TO DO
After locating the line that contains "await db.SaveChangesAsync(ct);" in the records below, write out exactly that line and each line after it through the one that contains "public delegate IAsyncEnumerable<QueueRow>", and nothing else.

PROVIDED ENTRIES
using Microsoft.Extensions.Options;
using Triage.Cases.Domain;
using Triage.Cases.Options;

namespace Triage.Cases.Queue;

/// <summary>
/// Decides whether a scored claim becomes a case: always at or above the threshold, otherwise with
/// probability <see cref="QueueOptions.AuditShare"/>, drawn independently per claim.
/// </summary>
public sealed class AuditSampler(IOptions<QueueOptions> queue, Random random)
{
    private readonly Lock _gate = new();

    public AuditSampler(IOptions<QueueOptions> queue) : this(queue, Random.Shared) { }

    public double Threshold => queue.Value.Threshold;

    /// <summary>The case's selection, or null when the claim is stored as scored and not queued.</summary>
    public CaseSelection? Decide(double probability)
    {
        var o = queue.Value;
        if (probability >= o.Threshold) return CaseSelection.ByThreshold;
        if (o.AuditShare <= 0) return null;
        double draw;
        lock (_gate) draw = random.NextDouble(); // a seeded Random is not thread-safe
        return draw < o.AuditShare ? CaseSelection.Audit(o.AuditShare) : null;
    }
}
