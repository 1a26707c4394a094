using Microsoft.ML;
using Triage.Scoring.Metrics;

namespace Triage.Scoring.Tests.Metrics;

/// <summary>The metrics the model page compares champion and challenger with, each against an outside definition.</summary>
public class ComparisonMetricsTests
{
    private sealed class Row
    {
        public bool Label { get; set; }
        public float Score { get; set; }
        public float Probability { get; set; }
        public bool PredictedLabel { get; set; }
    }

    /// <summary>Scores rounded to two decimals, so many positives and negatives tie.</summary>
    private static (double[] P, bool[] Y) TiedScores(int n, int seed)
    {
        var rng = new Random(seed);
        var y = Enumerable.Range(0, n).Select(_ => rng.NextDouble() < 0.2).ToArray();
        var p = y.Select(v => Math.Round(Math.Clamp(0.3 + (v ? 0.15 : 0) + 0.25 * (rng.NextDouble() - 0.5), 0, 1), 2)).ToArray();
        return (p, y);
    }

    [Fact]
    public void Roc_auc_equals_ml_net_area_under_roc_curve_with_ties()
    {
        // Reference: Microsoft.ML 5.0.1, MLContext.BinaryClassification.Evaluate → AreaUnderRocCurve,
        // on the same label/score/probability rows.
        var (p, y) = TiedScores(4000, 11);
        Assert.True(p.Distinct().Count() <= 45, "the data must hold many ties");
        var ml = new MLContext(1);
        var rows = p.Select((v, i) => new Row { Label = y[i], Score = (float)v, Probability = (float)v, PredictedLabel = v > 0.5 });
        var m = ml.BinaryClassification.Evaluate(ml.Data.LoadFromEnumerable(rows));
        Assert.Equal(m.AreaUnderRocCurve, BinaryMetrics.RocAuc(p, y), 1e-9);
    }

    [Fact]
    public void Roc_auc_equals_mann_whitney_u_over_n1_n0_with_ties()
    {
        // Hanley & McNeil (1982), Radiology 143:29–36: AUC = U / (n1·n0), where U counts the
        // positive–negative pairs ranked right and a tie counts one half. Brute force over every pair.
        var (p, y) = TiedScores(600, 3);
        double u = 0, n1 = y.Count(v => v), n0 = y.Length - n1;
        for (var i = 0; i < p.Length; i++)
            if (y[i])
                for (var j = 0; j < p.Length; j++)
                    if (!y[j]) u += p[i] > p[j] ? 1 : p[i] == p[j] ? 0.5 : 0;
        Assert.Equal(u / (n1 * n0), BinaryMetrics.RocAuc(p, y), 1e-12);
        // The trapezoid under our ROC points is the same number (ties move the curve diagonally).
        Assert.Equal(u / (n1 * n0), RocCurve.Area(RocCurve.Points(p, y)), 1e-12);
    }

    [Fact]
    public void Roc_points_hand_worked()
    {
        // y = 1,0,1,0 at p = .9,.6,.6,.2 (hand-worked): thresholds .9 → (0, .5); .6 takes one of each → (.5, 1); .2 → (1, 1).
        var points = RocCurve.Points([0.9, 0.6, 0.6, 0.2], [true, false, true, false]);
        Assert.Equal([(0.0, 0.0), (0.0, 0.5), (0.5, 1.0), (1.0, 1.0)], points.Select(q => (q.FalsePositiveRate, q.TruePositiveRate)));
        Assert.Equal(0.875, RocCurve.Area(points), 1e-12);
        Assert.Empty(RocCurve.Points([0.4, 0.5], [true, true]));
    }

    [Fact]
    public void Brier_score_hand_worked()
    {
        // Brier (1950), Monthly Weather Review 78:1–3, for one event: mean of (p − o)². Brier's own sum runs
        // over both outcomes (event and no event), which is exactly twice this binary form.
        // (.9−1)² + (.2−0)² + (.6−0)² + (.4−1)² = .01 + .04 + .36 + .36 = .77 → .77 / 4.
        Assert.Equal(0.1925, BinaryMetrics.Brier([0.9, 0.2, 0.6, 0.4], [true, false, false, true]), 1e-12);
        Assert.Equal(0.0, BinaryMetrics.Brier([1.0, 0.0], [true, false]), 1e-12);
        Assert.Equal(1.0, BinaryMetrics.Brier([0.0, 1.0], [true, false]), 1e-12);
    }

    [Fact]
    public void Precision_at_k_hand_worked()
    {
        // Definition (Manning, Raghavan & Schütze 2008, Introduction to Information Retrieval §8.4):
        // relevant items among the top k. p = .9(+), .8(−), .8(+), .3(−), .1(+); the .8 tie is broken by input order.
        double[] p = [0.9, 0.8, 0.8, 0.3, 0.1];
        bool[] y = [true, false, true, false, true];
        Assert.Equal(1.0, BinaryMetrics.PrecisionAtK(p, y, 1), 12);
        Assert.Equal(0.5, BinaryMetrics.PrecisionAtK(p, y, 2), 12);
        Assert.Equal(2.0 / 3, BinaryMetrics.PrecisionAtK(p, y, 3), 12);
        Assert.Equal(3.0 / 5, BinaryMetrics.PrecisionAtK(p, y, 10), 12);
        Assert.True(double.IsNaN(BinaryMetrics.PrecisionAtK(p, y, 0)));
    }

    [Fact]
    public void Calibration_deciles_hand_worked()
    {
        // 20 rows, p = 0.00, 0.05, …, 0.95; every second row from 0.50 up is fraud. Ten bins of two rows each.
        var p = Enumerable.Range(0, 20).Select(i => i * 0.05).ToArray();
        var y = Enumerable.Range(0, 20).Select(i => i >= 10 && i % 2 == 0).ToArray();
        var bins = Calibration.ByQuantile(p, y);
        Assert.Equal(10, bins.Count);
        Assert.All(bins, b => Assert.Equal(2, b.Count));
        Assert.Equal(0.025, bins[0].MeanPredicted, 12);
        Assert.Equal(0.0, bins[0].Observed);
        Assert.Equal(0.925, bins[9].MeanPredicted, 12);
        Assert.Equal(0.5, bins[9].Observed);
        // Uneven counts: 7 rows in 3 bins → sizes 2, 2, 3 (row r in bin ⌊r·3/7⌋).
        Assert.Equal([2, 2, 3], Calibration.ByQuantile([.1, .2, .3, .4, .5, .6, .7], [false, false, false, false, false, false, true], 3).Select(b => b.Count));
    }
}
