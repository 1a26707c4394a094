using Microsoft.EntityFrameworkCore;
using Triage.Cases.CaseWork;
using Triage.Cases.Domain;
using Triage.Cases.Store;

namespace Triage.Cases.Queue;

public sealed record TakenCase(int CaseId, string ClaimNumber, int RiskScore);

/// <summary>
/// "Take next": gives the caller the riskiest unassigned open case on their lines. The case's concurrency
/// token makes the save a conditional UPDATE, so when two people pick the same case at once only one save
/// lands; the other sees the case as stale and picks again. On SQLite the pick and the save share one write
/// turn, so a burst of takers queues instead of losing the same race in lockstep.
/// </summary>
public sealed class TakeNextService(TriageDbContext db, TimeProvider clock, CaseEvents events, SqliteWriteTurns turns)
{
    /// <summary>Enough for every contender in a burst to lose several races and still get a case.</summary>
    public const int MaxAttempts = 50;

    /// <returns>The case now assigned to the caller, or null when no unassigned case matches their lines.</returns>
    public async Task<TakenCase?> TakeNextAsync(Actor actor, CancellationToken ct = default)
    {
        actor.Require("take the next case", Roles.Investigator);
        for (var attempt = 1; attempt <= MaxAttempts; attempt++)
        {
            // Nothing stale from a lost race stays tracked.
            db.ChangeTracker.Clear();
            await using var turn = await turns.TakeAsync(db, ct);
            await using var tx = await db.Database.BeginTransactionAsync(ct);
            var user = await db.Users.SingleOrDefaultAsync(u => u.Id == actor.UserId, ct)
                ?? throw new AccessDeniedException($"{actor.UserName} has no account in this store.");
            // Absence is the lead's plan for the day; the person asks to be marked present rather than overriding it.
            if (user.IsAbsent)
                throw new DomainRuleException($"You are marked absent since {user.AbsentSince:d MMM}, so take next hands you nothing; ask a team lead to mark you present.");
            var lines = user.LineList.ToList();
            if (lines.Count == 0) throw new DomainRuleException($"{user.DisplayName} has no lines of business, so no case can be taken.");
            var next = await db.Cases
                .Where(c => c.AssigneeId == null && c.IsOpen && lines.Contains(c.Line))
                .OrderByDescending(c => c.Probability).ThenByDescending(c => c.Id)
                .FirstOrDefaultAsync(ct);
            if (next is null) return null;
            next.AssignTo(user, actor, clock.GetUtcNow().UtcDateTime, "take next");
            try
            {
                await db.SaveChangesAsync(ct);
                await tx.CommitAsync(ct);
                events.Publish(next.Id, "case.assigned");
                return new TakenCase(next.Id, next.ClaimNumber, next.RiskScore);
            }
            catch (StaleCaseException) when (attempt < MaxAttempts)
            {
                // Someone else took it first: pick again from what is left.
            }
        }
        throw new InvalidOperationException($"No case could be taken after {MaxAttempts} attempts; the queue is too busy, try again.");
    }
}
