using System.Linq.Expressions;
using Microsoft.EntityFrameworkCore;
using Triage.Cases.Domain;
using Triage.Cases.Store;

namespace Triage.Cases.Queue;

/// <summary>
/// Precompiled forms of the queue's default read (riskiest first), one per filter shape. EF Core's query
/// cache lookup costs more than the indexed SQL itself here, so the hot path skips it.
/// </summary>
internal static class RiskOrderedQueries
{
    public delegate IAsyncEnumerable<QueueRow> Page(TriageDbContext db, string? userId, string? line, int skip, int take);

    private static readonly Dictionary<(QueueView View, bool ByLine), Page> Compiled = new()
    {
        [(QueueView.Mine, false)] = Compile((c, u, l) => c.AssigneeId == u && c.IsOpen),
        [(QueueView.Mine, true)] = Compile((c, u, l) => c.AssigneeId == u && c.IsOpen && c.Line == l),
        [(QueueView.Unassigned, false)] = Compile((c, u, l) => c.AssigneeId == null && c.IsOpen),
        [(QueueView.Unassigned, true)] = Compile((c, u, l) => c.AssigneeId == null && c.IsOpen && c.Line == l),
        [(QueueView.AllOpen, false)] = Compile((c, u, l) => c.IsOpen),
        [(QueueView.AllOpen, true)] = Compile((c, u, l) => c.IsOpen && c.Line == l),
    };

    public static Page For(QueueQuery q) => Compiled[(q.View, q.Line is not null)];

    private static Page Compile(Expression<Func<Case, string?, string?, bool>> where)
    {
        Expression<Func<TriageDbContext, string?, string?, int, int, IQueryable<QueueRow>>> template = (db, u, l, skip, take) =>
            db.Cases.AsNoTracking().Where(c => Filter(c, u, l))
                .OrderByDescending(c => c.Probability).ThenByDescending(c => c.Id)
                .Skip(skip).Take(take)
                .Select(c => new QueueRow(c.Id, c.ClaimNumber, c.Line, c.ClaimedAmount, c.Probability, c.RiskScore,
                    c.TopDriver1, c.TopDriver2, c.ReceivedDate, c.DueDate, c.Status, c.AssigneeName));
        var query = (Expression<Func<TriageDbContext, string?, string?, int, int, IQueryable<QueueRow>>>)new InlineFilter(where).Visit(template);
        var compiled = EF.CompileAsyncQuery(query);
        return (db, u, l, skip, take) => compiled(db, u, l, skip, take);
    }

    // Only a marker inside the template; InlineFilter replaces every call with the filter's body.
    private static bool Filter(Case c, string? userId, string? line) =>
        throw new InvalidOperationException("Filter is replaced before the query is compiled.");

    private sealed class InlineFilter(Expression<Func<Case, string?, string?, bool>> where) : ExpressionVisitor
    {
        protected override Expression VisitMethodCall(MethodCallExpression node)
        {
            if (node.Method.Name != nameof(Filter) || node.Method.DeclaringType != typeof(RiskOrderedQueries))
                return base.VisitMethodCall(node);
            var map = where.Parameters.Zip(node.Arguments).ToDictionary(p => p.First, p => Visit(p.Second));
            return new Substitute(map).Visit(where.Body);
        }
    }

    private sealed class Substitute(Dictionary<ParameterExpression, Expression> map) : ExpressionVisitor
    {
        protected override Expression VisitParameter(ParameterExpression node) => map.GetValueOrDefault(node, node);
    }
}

WRITTEN RESPONSE
                await db.SaveChangesAsync(ct);
                await tx.CommitAsync(ct);
                events.Publish(next.Id, "case.assigned");
                return new TakenCase(next.Id, next.ClaimNumber, next.RiskScore);
            }
            catch (StaleCaseException) when (attempt < MaxAttempts)
            {
                // Someone else took it first: pick again from what is left.
            }
        }
        throw new InvalidOperationException($"No case could be taken after {MaxAttempts} attempts; the queue is too busy, try again.");
    }
}
using System.Linq.Expressions;
using Microsoft.EntityFrameworkCore;
using Triage.Cases.Domain;
using Triage.Cases.Store;

namespace Triage.Cases.Queue;

/// <summary>
/// Precompiled forms of the queue's default read (riskiest first), one per filter shape. EF Core's query
/// cache lookup costs more than the indexed SQL itself here, so the hot path skips it.
/// </summary>
internal static class RiskOrderedQueries
{
    public delegate IAsyncEnumerable<QueueRow> Page(TriageDbContext db, string? userId, string? line, int skip, int take);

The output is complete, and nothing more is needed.